For wild birds you may find showing these symptoms, the same logic applies. A wild bird sitting on the ground, unable to fly, and straining near its vent may be egg-bound. You can contact a local wildlife rehabilitator in that situation. The guidance for wild birds and pet birds overlaps significantly when it comes to recognizing distress.
At-home monitoring and safe checks you can do today

There are useful things you can observe and record right now that will help you, and any vet you contact, make a better decision. The key is observing carefully without intervening in ways that could cause harm.
Watch the droppings closely
Normal bird droppings have three components: the solid feces portion, the white or cream-colored urates, and liquid urine. Line the cage tray with white paper or wax paper so you can see them clearly. Note any changes in color (green, yellow, red, or black), consistency (watery, thick, or absent), or volume. A bird that is holding an egg often produces fewer, larger droppings. Bloody droppings or completely absent droppings are red flags.
Observe posture, movement, and breathing
Watch your bird from a distance without disturbing her. Note whether she is perching normally or sitting on the cage floor. Look at her tail: is it bobbing rhythmically? Is she breathing with her beak open at rest? Is she standing with her feet wider than normal? Write down what you see and how long she has been doing it. If you have been watching for two or more hours and symptoms are not improving, that's useful information for a vet.

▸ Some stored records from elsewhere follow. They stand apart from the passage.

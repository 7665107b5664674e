/**
 * A matrix stored by compressed rows. Φ of the planar model has about 30 of
 * 144 entries non-zero, and the propagation loop over every source's
 * covariance is where the engine spends its time (DEVELOPERS.md: sparse rows
 * are about 6x faster than dense loops here).
 */
export interface SparseRows {
  n: number;
  /** Start of row i in `col`/`val`; length n + 1. */
  rowStart: Int32Array;
  col: Int32Array;
  val: Float64Array;
}

/**
 * Compresses a dense row-major n x n matrix, keeping the non-zero entries
 * where `mask` is true (every entry the mask allows when `keepZeros`).
 */
export function toSparseRows(dense: Float64Array, n: number, mask: Uint8Array, keepZeros = false): SparseRows {
  const rowStart = new Int32Array(n + 1);
  const cols: number[] = [];
  const vals: number[] = [];
  for (let i = 0; i < n; i++) {
    rowStart[i] = cols.length;
    for (let j = 0; j < n; j++) {
      const v = dense[i * n + j];
      if (mask[i * n + j] && (keepZeros || v !== 0)) {
        cols.push(j);
        vals.push(v);
      }
    }
  }
  rowStart[n] = cols.length;
  return { n, rowStart, col: Int32Array.from(cols), val: Float64Array.from(vals) };
}

/**
 * Which entries of e^{F t} can be non-zero: the reflexive transitive closure
 * of F's pattern (state i depends on state j). Entries outside it are exact
 * zeros that a numerical exponential only approximates.
 */
export function reachability(f: Float64Array, n: number): Uint8Array {
  const r = new Uint8Array(n * n);
  for (let i = 0; i < n; i++) {
    r[i * n + i] = 1;
    for (let j = 0; j < n; j++) if (f[i * n + j] !== 0) r[i * n + j] = 1;
  }
  // Warshall's algorithm.
  for (let k = 0; k < n; k++) {
    for (let i = 0; i < n; i++) {
      if (!r[i * n + k]) continue;
      for (let j = 0; j < n; j++) if (r[k * n + j]) r[i * n + j] = 1;
    }
  }
  return r;
}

Gently feel the abdomen (only if your bird is tame and calm)

If your bird is hand-tame and not distressed, you can gently place your fingertips below the keel bone and feel the lower abdomen. A bird close to laying may feel slightly rounded and firm. A very hard, distended, or painful abdomen, especially one that causes the bird to flinch or vocalize, is more concerning. Do not press hard, do not try to manually move an egg, and stop immediately if the bird shows any sign of pain or distress. Attempting to manipulate a retained egg at home can rupture it and cause a fatal infection.

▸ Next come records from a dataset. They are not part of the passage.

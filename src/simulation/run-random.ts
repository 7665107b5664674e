import { xoroshiro128plus } from 'pure-rand/generator/xoroshiro128plus';
import type { JumpableRandomGenerator } from 'pure-rand/types/JumpableRandomGenerator';

/** 2^-53: turns 53 random bits into a double in [0, 1). */
const TWO_POW_MINUS_53 = 1.1102230246251565e-16;
/** 2^-31: a signed 32-bit integer to [-1, 1). */
const TWO_POW_MINUS_31 = 4.656612873077393e-10;

/**
 * The random numbers of one Monte Carlo run. Run i of a study with seed S
 * uses xoroshiro128+ (pure-rand) seeded with S and jumped i + 1 times: each
 * jump moves 2^64 draws ahead (Blackman & Vigna, "Scrambled linear
 * pseudorandom number generators", ACM TOMS 47(4), 2021), so the runs' streams
 * never overlap and any run replays alone from (S, i) on any machine.
 */
export class RunRandom {
  private spare = 0;
  private hasSpare = false;

  private constructor(private readonly rng: JumpableRandomGenerator) {}

  /**
   * The generator of run `runIndex` (an integer >= 0) of a study seeded with
   * `seed` (an integer, taken modulo 2^32). Costs runIndex + 1 jumps (about
   * 0.3 µs each); {@link RunRandom.following} is cheaper for consecutive runs.
   */
  static forRun(seed: number, runIndex: number): RunRandom {
    const rng = xoroshiro128plus(seed | 0);
    for (let i = 0; i <= runIndex; i++) rng.jump();
    return new RunRandom(rng);
  }

  /** The generator of the next run index, from a fresh copy of this one's starting point. */
  static following(start: RunRandom): RunRandom {
    const rng = start.rng.clone();
    rng.jump();
    return new RunRandom(rng);
  }

  /** A copy at the same position (for stepping from run to run before drawing). */
  clone(): RunRandom {
    return new RunRandom(this.rng.clone());
  }

  /**
   * Uniform on [0, 1) with 53 random bits. pure-rand's own uniformFloat64
   * keeps the low bits of each 32-bit word, which are xoroshiro128+'s weakest
   * (Blackman & Vigna 2021; section from memory: §10.7); this keeps the high bits instead.
   */
  uniform(): number {
    const hi = this.rng.next() >>> 5;
    const lo = this.rng.next() >>> 6;
    return (hi * 67108864 + lo) * TWO_POW_MINUS_53;
  }

  /**
   * A standard normal draw by Marsaglia's polar method (Marsaglia & Bray,
   * SIAM Review 6(3), 1964; Knuth, TAOCP vol. 2, 3rd ed., §3.4.1 Algorithm P),
   * which needs only log and sqrt: no library offers a normal draw from a
   * caller's generator without a call per uniform, and fewer transcendental
   * functions keep the stream identical across JavaScript engines.
   */
  normal(): number {
    if (this.hasSpare) {
      this.hasSpare = false;
      return this.spare;
    }
    let u: number, v: number, s: number;
    do {
      // One signed 32-bit output per coordinate, uniform on [-1, 1) in steps of 2^-31: ample for
      // a normal draw, and half the generator calls of two 53-bit uniforms.
      u = this.rng.next() * TWO_POW_MINUS_31;
      v = this.rng.next() * TWO_POW_MINUS_31;
      s = u * u + v * v;
    } while (s >= 1 || s === 0);
    const m = Math.sqrt((-2 * Math.log(s)) / s);
    this.spare = v * m;
    this.hasSpare = true;
    return u * m;
  }
}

Track environmental and behavioral triggers
Note how much light the bird is getting each day. Extended photoperiod (more than 12 to 14 hours of light) is a well-documented trigger for egg laying in many species. Also consider whether there are nesting sites available (boxes, dark corners, shredded paper on the cage floor), whether the bird is being petted in ways that mimic mating stimulation, and whether there have been recent diet changes. These factors directly affect the reproductive cycle and are things you can start adjusting now.
When to call an avian vet urgently and what to bring
If your bird has any of the following, contact an avian vet today. Don't wait until morning, and don't try home remedies like steam baths or manually massaging the egg out. Egg binding can become fatal in a matter of hours.
- Straining repeatedly for more than two hours with no egg produced
- Sitting on the cage floor combined with puffed feathers and low energy
- Open-mouth breathing, tail bobbing, or labored respiration at rest
- Blood coming from or near the vent
- Prolapsed tissue visible outside the vent
- Wide-legged stance with obvious abdominal distension
- Complete refusal to eat or drink for more than 12 hours alongside any other symptom
- Sudden behavior change from normal to severely lethargic in a bird you know was in a laying cycle
When you call or arrive at the vet, bring as much information as you can. Vets use a full history to distinguish egg binding from other causes of straining, and diagnostic tools like radiography are often needed to confirm whether an egg is retained and where it is positioned.
- The bird's age, sex (if known), and species
- When symptoms started and how they have progressed
- Date of last egg laid, how many eggs in the current clutch, and the bird's laying history
- Current diet, calcium supplementation, and light exposure per day
- Any recent environmental changes, stress events, or new animals in the home
- A photo or sample of abnormal droppings if possible
- Any medications or supplements the bird is currently receiving
A vet working up a possible egg binding case will typically do a physical exam, X-rays to visualize the egg and its position, and possibly blood work to assess systemic health. Treatment can range from supportive care and hormonal injections to help the bird pass the egg, to surgical intervention if the egg is impacted or has ruptured. The faster you get there, the more options the vet has.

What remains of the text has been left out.